At first glance, the object appeared to be a coin—round, thin, and roughly the size of a modern half dollar.
But the metal composition left the team baffled.
Preliminary field tests suggested a combination of copper, tin, and traces of antimony, a composition not typically found in colonial-era or maritime artifacts.
Even more strangely, the oxidation pattern hinted at extreme age—far older than any documented human activity on the island.
Two days later, forensic analysis conducted at a lab in Halifax dated the metal to somewhere between the 9th and 12th centuries.
If accurate, the artifact predates the earliest accepted timeline of European presence in Nova Scotia by at least 300 years.
The lab’s metallurgist, Dr.Lauren Hemsworth, contacted the team directly.
“There is no known trade route, cultural presence, or recorded expedition that explains this alloy ending up on Oak Island so early,” she said.
“If the dating is correct, someone with advanced metalworking knowledge was here long before the 1700s.”
This revelation has reignited some of the most controversial theories surrounding Oak Island—namely, the idea that medieval explorers, possibly connected to the Knights Templar or early Portuguese navigators, reached the island centuries before documented settlement.
While Rick Lagina typically avoids speculation, he admitted that the new find “pushes the boundaries of what we thought possible.”

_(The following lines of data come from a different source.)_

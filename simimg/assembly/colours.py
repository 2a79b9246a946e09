"""The colours of a scene: its band, what the detector makes of it, and the spectra of its objects.

Every object has one spectrum (flat in f_nu unless it says otherwise), and every spectrum spreads
its detected photons over the band's nodes in its own way. A *kind* is the number by which the
engine knows a source's spectrum: small numbers count the spectra written in the scene (0 is flat),
numbers from `KELVIN` up are the temperatures of a catalogue's stars, in kelvin. Kinds of a few
spectra have a PSF each; many share a few reference PSFs, mixed with a stated error.
"""

from __future__ import annotations

from collections.abc import Mapping
from dataclasses import dataclass
from functools import cached_property
from typing import TypeAlias

import numpy as np

from simimg.arrays import AnyArray, FloatArray
from simimg.assembly.curves import efficiency_table, spectrum_table
from simimg.errors import InputError, mistake
from simimg.light.bands import Band, custom_band, standard_band, tabulated_band
from simimg.light.colours import ColourMembers, colour_members
from simimg.light.curves import efficiency_curve
from simimg.light.nodes import node_weights, photon_nodes
from simimg.light.photons import Response, band_colour, effective_wavelength, photon_rate
from simimg.light.spectra import FLAT, Blackbody, PowerLaw, Spectrum
from simimg.scene.band import usual_system
from simimg.scene.model import Scene
from simimg.scene.objects import Luminous, Pair

ColourKey: TypeAlias = tuple[str, float | str] | None

KELVIN = 500
"""Kinds from here up are temperatures in kelvin."""

COOLEST, HOTTEST = 1000.0, 200_000.0
"""Range of the temperatures of a catalogue's stars."""

MIXING_ERROR = 2e-5
"""Largest error of an image by mixing reference PSFs, over its peak."""


@dataclass(frozen=True, eq=False)
class Palette:
    """Band, detector and spectra of a scene.

    Attributes
    ----------
    scene : Scene
    band : Band
    response : Curve or float
        Quantum efficiency.
    spectra : tuple of Spectrum
        Those written in the scene, by kind; the first is flat.
    kinds : mapping
        Kind of what is written of a colour (`colour_keys`).
    """

    scene: Scene
    band: Band
    response: Response
    spectra: tuple[Spectrum, ...]
    kinds: Mapping[ColourKey, int]

    @property
    def system(self) -> str:
        """System of the scene's magnitudes."""
        return self.scene.band.resolved_system

    @cached_property
    def wavelength(self) -> float:
        """Mean wavelength of the detected photons of a flat spectrum (m)."""
        return float(effective_wavelength(self.band, response=self.response))

    def nodes(self, count: int) -> tuple[FloatArray, FloatArray]:
        """Wavelengths (m) that stand for the band, and the weights of a flat spectrum."""
        return photon_nodes(self.band, count, response=self.response)

    def weights(self, spectrum: Spectrum, wavelengths: FloatArray) -> FloatArray:
        """Weights of the nodes for a spectrum."""
        return node_weights(wavelengths, self.band, spectrum=spectrum, response=self.response)

    def members(self, wavelengths: FloatArray) -> ColourMembers:
        """Reference temperatures for a catalogue's stars."""
        return colour_members(
            wavelengths,
            self.band,
            coolest=COOLEST,
            hottest=HOTTEST,
            tolerance=MIXING_ERROR,
            response=self.response,
        )

    def rate(self, kind: int) -> float:
        """Electrons per second and square metre of magnitude 0 in the scene's band, no losses."""
        spectrum = self.spectrum(kind)
        return photon_rate(self.band, self.system, spectrum=spectrum, response=self.response)

    def spectrum(self, kind: int) -> Spectrum:
        """Spectrum of a kind."""
        return Blackbody(float(kind)) if kind >= KELVIN else self.spectra[kind]

    def carried(self, kind: int, band_name: str | None, system: str | None) -> float:
        """What to add to a magnitude known in another band and system, to have it in the scene's.

        Raises
        ------
        ValueError
            Where the spectrum or a band's zero point does not reach.
        """
        if band_name is None and system is None:
            return 0.0
        known = self.band if band_name is None else standard_band(band_name)
        usual = self.system if band_name is None else usual_system(band_name)
        return band_colour(
            self.spectrum(kind),
            known,
            self.band,
            from_system=system or usual,
            to_system=self.system,
        )


def scene_palette(scene: Scene) -> Palette:
    """The colours of a scene.

    Raises
    ------
    InputError
        A table that cannot serve, or that does not reach over the band.
    """
    band = scene_band(scene)
    keys = dict.fromkeys([None, *(key for one in scene.objects for key in colour_keys(one))])
    spectra = tuple(_spectrum(scene, key) for key in keys)
    palette = Palette(
        scene, band, scene_response(scene), spectra, {k: i for i, k in enumerate(keys)}
    )
    if palette.system not in band.zero_flux_jy:
        line = mistake(
            scene.name,
            "band.system",
            f"there is no {palette.system} zero point at {band.centre * 1e9:.4g} nm",
            'write system = "AB", and AB magnitudes',
        )
        raise InputError(line)
    try:
        for kind in range(len(palette.spectra)):
            palette.rate(kind)
    except ValueError as error:
        line = mistake(scene.name, "band", str(error), "write tables that reach over the band")
        raise InputError(line) from error
    return palette


def scene_band(scene: Scene) -> Band:
    """The band of a scene: a standard one, one by centre and width, or one from a table."""
    band = scene.band
    if band.file is not None:
        wavelength, values = efficiency_table(scene, "band.file", band.file)
        try:
            return tabulated_band(wavelength, values, name=scene.inputs[band.file].name)
        except ValueError as error:
            line = mistake(
                scene.name, "band.file", str(error), "write a table of one band, 0 at both ends"
            )
            raise InputError(line) from error
    if band.centre is not None and band.width is not None:
        return custom_band(band.centre, band.width, name=band.name or "")
    return standard_band(str(band.name))


def scene_response(scene: Scene) -> Response:
    """Quantum efficiency of a scene's camera; 1 without one."""
    if scene.camera is None:
        return 1.0
    efficiency = scene.camera.quantum_efficiency
    if isinstance(efficiency, str):
        return efficiency_curve(*efficiency_table(scene, "camera.quantum_efficiency", efficiency))
    return efficiency


def colour_keys(one: Luminous | Pair) -> tuple[ColourKey, ...]:
    """What is written of an object's colour; of a pair's two. None is flat."""
    if isinstance(one, Pair):
        if one.temperatures is not None:
            return tuple(("temperature", t) for t in one.temperatures)
        if one.spectra is not None:
            return tuple(("spectrum", name) for name in one.spectra)
        return (None, None)
    for name in ("temperature", "spectrum", "spectral_index"):
        value = getattr(one, name)
        if value is not None:
            return ((name, value),)
    return (None,)


def _spectrum(scene: Scene, key: ColourKey) -> Spectrum:
    if key is None:
        return FLAT
    name, value = key
    if isinstance(value, str):
        return spectrum_table(scene, name, value)
    return Blackbody(value) if name == "temperature" else PowerLaw(value)


def kelvin_kinds(temperatures: FloatArray) -> AnyArray:
    """Kinds of a catalogue's stars, their temperatures in whole kelvin.

    Raises
    ------
    ValueError
        A temperature out of range.
    """
    if not bool(np.all((temperatures >= COOLEST) & (temperatures <= HOTTEST))):
        raise ValueError(f"temperatures must lie between {COOLEST:g} and {HOTTEST:g} K")
    return np.rint(temperatures).astype(np.int64)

The excavation team also recovered fragments of pottery and what appears to be a cast-iron cooking pot nearby, both buried in a layer of soil consistent with domestic human activity.
This suggests that Lot 5 may once have been not just a work site but a settlement—an early community whose existence has been completely absent from historical records.

During an on-site meeting filmed for the upcoming season of The Curse of Oak Island, Rick addressed the team: “For two hundred years, everyone has been digging down, convinced the treasure lies deep.
But maybe the real story—the one we’ve all been missing—is right here, close to the surface.”
Gary Drayton seemed equally convinced.
“A hammered coin, foreign metal composition, ancient pottery… that’s not accidental loss.
Someone lived here.
Someone worked here.
And someone brought this.”
The discovery, now publicly confirmed through the team’s official channels, has sparked intense debate among historians and amateur researchers.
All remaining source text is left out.